Discover what it takes to Recreate Old Gardens

Restoring established gardens is not always a simple task. The original planting design of any garden will commonly change over time. When you are faced with the task of restoring an old garden, it may be a significant challenge to discover and recreate plantings as close to the original design as possible. You must, as far as possible, determine what was previously planted and how it was arranged. This might involve accessing old records such as plant lists or plans where they exist, or old photographs.

Become skilled in garden restoration

Take this course to learn about how to restore old gardens to closely resemble the original. Find out how an understanding of garden history and styles can be significant and different ways to access records. Learn how to measure up a site, assess its current plants and hard landscape features, and decide what should be retained. Find out how to plan a restoration project and conduct risk assessments.

Lesson Structure

There are 8 lessons in this course:

  1. Landscape History & Design Styles
  2. Surveying the Site
  3. Assessment of Plantings and Features
  4. Selecting Components for Retention
  5. Work Programming and Risk Management
  6. Drainage
  7. Hard Landscape Feature Restoration
  8. Planting Restoration and Maintenance

Each lesson culminates in an assignment which is submitted to the school, marked by the school's tutors and returned to you with any relevant suggestions, comments, and if necessary, extra reading.

Aims

  • Outline the history of UK garden design and the influence of plant introductions.
  • Evaluate an established ornamental garden in order to determine any particular design style period, or plants of interest.
  • Describe basic methods for the survey and recording of the layout and content of an established garden, and explain the importance of detailed information including assessment of site factors.
  • Explain processes and the need for assessment and recording of the type, condition and future potential of a range of plantings and features in an ornamental garden.
  • Explain the main criteria used to select plantings and features for retention in a restored garden.
  • Explain the need and processes of analysis of collected information.
  • Prepare a summarised programme for organisation of garden restoration work
  • Assess risk and identify safe work practices
  • Recognise and explain the visible signs of the failure of old land drainage systems and describe remedial measures
  • Describe and explain the practical procedures necessary for the restoration of a range of hard landscape features.
  • Explain problems which may be encountered in the improvement of retained hedges, plantings and lawns.
  • Describe practical solutions for improving retained hedges, plantings and lawns
  • Evaluate the use of modern maintenance techniques in established gardens

Replacing an Old Hedge

Sometimes the plants in a hedge are beyond restoration – the hedge may have been damaged by fire or disease. When restoring an old garden you may need to replace the existing hedge or put in a new hedge where an old one grew in the past.

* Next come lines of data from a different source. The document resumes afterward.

/**
 * Fits a thrust (default) or CLmax factor so that the takeoff engine reproduces the reference takeoff
 * length at MTOW, sea level, ISA, zero wind and slope, dry. A result: 'ok' with the factor and the
 * residual, or 'refused' with the reason.
 */
export function calibrateTakeoff(input: CalibrateTakeoffInput): TakeoffCalibrationResult {
  const a = validateAircraft(input.aircraft);
  const parameter = input.parameter ?? 'thrust';
  check(parameter === 'thrust' || parameter === 'clmax', 'parameter', parameter, 'one of thrust, clmax');
  const band = readBand(input.band, parameter);
  const { value: ref, source } = referenceOf(input.reference_m, a.reference?.takeoff_m);
  const label = parameter === 'thrust' ? 'thrust scale' : 'CLmax scale';
  const trace: CalibrationTraceEntry[] = [];
  const warnings: Notice[] = [];
  if (ref === undefined) {
    return {
      operation: 'takeoff', parameter, aircraftId: a.id, band, methodVersion: CALIBRATION_METHOD_VERSION, trace, warnings,
      status: 'refused', reason: 'no-reference',
      message: notice('calibration.noTakeoffReference')`The profile "${a.id}" holds no reference takeoff length and none was given; nothing to calibrate against.`,
    };
  }
  const wide = modelRange(parameter);
  const length = (k: number): number | undefined => {
    const r = analyseTakeoff(referenceTakeoff(a, parameter, k));
    return r.feasible ? r.required_m : undefined;
  };
  const out = fit({
    operation: 'takeoff', parameter, aircraftId: a.id, reference_m: ref, referenceSource: source, band,
    wide: { min: wide.min, max: wide.max }, length, label, trace, warnings,
  });
  if (out.status === 'ok') {
    const r = analyseTakeoff(referenceTakeoff(a, parameter, out.factor));
    if (r.feasible && r.climb.limited) {
      warnings.push(notice('calibration.climbLimitedAtReference')`At the reference condition the calibrated model is climb-limited at MTOW; the reference length is matched as a field length only.`);
    }
  }
  return out;
}

/** Runs the takeoff engine with a calibration's factor (the calibration must be for this aircraft). */
export function predictCalibrated(
  input: Omit<TakeoffInput, 'thrustScale' | 'clMaxScale'> & { readonly calibration: TakeoffCalibration },
): TakeoffResult {
  const { calibration, ...rest } = input;
  check(calibration?.status === 'ok' && calibration.operation === 'takeoff', 'calibration', calibration?.status,
    'a successful takeoff calibration (status ok)');
  check(calibration.aircraftId === rest.aircraft.id, 'calibration.aircraftId', calibration.aircraftId,
    `the id of the aircraft analysed (${rest.aircraft.id})`);
  const r = analyseTakeoff({ ...rest, ...calibrationScales(calibration) });
  const label = calibration.parameter === 'thrust' ? 'thrust scale' : 'CLmax scale';
  return {
    ...r,
    trace: [{ label: `Calibration: ${label}`, value: calibration.factor, unit: '' }, ...r.trace],
    warnings: [...r.warnings, notice('calibration.appliedTakeoff')`Calibrated model: ${label} ${calibration.factor.toFixed(4)} fitted to the reference takeoff length ${qty.length(calibration.reference_m)}.`],
  };
}

// ---------------------------------------------------------------------------------------------
// Landing

function fieldRange(key: string): { min: number; max: number } {
  const spec = AIRCRAFT_FIELDS.find((f) => f.key === key);
  if (!spec) throw new Error(`internal: no field spec for ${key}`);
  return { min: spec.min, max: spec.max };
}

/** The profile with its braking friction (dry and wet) scaled by k. */
export function scaledBrakingProfile(a: AircraftProfile, k: number): AircraftProfile {
  return { ...a, brakingFrictionDry: a.brakingFrictionDry * k, brakingFrictionWet: a.brakingFrictionWet * k };
}

/** Range of braking factors for which the scaled profile stays inside the profile's friction ranges. */
function brakingFactorRange(a: AircraftProfile): CalibrationBand {
  const dry = fieldRange('brakingFrictionDry');
  const wet = fieldRange('brakingFrictionWet');
  return {
    min: Math.max(dry.min / a.brakingFrictionDry, wet.min / a.brakingFrictionWet),
    max: Math.min(dry.max / a.brakingFrictionDry, wet.max / a.brakingFrictionWet),
  };
}

/**
 * Fits a braking-friction factor so that the landing model reproduces the reference landing length
 * (required runway of the default operating rule) at MLW, sea level, standard temperature, dry.
 */
export function calibrateLanding(input: CalibrateLandingInput): LandingCalibrationResult {
  const a = validateAircraft(input.aircraft);
  const parameter = input.parameter ?? 'braking';
  check(parameter === 'braking', 'parameter', parameter, 'braking');
  const requested = readBand(input.band, parameter);
  const admissible = brakingFactorRange(a);
  const band = { min: Math.max(requested.min, admissible.min), max: Math.min(requested.max, admissible.max) };
  const { value: ref, source } = referenceOf(input.reference_m, a.reference?.landing_m);
  const trace: CalibrationTraceEntry[] = [];
  const warnings: Notice[] = [];
  const base = { operation: 'landing' as const, parameter, aircraftId: a.id, methodVersion: CALIBRATION_METHOD_VERSION, trace, warnings };
  if (ref === undefined) {
    return {
      ...base, band: requested, status: 'refused', reason: 'no-reference',
      message: notice('calibration.noLandingReference')`The profile "${a.id}" holds no reference landing length and none was given; nothing to calibrate against.`,
    };
  }
  if (!(band.min < band.max)) {
    return {
      ...base, band: requested, status: 'refused', reason: 'outside-band', reference_m: ref,
      message: notice('calibration.noBrakingFactor')`No braking factor inside the band ${requested.min}–${requested.max} keeps the braking friction inside its valid range (${admissible.min.toFixed(3)}–${admissible.max.toFixed(3)}).`,
    };
  }
  if (band.min > requested.min || band.max < requested.max) {
    warnings.push(notice('calibration.bandNarrowed')`The band was narrowed to ${band.min.toFixed(3)}–${band.max.toFixed(3)} to keep the scaled braking friction inside its valid range.`);
  }
  const length = (k: number): number | undefined => {
    const r = analyseLanding({ aircraft: scaledBrakingProfile(a, k), mass_kg: a.mlw_kg, ...LANDING_REFERENCE_CONDITION });
    return r.status === 'ok' ? r.required_m : undefined;
  };
  return fit({
    operation: 'landing', parameter, aircraftId: a.id, reference_m: ref, referenceSource: source, band,
    wide: admissible, length, label: 'braking factor', trace, warnings,
  });
}

/** Runs the landing model with a landing calibration's braking factor. */
export function predictCalibratedLanding(
  input: LandingInput & { readonly calibration: LandingCalibration },
): LandingResult {
  const { calibration, ...rest } = input;
  check(calibration?.status === 'ok' && calibration.operation === 'landing', 'calibration', calibration?.status,
    'a successful landing calibration (status ok)');
  if (calibration.aircraftId !== rest.aircraft.id) {
    throw new InputDomainError('calibration.aircraftId', calibration.aircraftId, `the id of the aircraft analysed (${rest.aircraft.id})`);
  }
  const r = analyseLanding({ ...rest, aircraft: scaledBrakingProfile(rest.aircraft, calibration.factor) });
  const note = notice('calibration.appliedLanding')`Calibrated model: braking factor ${calibration.factor.toFixed(4)} fitted to the reference landing length ${qty.length(calibration.reference_m)}.`;
  return { ...r, warnings: [...r.warnings, note] };
}
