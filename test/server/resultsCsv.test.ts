/**
 * The results CSV carries the spread between methods beside the requirement (issue 13, items 12 and
 * 13): the physics takeoff, the corrected reference length, the indicative Torenbeek and Roskam
 * figures, the unfactored landing distance, the landing rule with its source (rule set and regulation)
 * and Roskam's indicative landing field length (transports only). Values are the study's own (derived
 * consistency); the demo aircraft are invented (examples/demo-study.json).
 */
import { readFileSync } from 'node:fs';
import { parse } from 'csv-parse/sync';
import { describe, expect, it } from 'vitest';
import { resultsCsv } from '../../server/studies/resultsCsv.js';
import { parseStudyDocument, studyOutput } from '../../server/studies/document.js';

function demo(options: Record<string, unknown> = {}) {
  const doc = JSON.parse(readFileSync(new URL('../../examples/demo-study.json', import.meta.url), 'utf8'));
  Object.assign(doc.options, options);
  const p = parseStudyDocument(doc);
  if (!p.ok) throw new Error(JSON.stringify(p.problems));
  return studyOutput(p.input);
}

describe('results CSV: the methods beside the requirement', () => {
  it('each ok row has its physics takeoff, unfactored landing distance and landing rule; Roskam landing for transports only', () => {
    const out = demo();
    const rows = parse(resultsCsv(out, 'si'), { comment: '#', columns: true }) as Record<string, string>[];
    const results = out.scenarios.flatMap((s) => s.rows);
    expect(rows.length).toBe(results.length);
    for (const [i, r] of results.entries()) {
      const c = rows[i]!;
      expect(c.aircraft_id).toBe(r.aircraft);
      if (r.status !== 'ok') continue;
      expect(c.takeoff_physics_m).toBe(r.takeoff!.physics_m!.toFixed(0));
      expect(c.landing_distance_unfactored_m).toBe(r.landing!.distance_m.toFixed(0));
      expect(c.landing_rule).toBe(r.landing!.rule);
      expect(c.landing_rule_source).toMatch(/14 CFR 121\.195|light-aircraft factor/);
      if (r.landing!.roskam_m !== undefined) expect(c.landing_roskam_indicative_m).toBe(r.landing!.roskam_m.toFixed(0));
      else expect(c.landing_roskam_indicative_m).toBe('');
      for (const [k, v] of Object.entries(c)) if (/_m$/.test(k) && v !== '') expect(Number.isFinite(Number(v)), `${k}=${v}`).toBe(true);
    }
    expect(rows.some((c) => c.landing_roskam_indicative_m !== '')).toBe(true);
    expect(rows.some((c) => c.aircraft_id === 'kestrel-ut1' && c.landing_rule!.includes('light-aircraft factor × 1.43'))).toBe(true);
  });

  it('the chosen rule set is named in the CSV (eu-cat: CAT.POL.A)', () => {
    const rows = parse(resultsCsv(demo({ operatingRules: 'eu-cat' }), 'us'), { comment: '#', columns: true }) as Record<string, string>[];
    const tern = rows.find((c) => c.aircraft_id === 'tern-rj90' && c.status === 'ok')!;
    expect(tern.landing_rule).toMatch(/^EU commercial air transport/);
    expect(tern.landing_rule_source).toMatch(/CAT\.POL\.A\.230/);
    expect(Object.keys(tern)).toContain('landing_roskam_indicative_ft');
  });
});
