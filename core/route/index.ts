/**
 * Design weight from the route: Breguet range and endurance (breguet.ts), reserve policies
 * (reserves.ts), the closed-form route fuel model (model.ts), the design takeoff mass and its inverses
 * (design.ts), and the payload-range diagram (payloadRange.ts). Sources: domain-reference.md §9.
 */
export * from './breguet.js';
export * from './reserves.js';
export * from './model.js';
export * from './design.js';
export * from './payloadRange.js';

  • Hedges and neighbourhood Disputes
  • Hedges can cause disputes with neighbours. When re-planting a hedge:
  • Make sure that when fully grown (in width) it will be well within the garden and doesn’t encroach on neighbouring properties. Remember that any encroaching plant material including roots may be removed by the neighbours.
  • Choose plants that are easier to keep to a certain height so as to not over-shadow and exclude light to neighbouring properties or gardens in the future.
  • Make sure that a new hedge will not deprive neighbours of an important view.
  • Some hedges may need planning permission for removal.

Plant Choice

Some plants such as some conifers, will not tolerate constant cutting; and others simply do not develop dense, even growth. The best hedging plants usually have small leaves; though for larger hedges, larger leaved plants may be acceptable. A large hedge will require a lot of plants - which is expensive; difficult-to-grow plants may be less desirable economically. However when replacing an old hedge in a garden restoration project it is best to choose the plants that were used originally, if at all possible or practical.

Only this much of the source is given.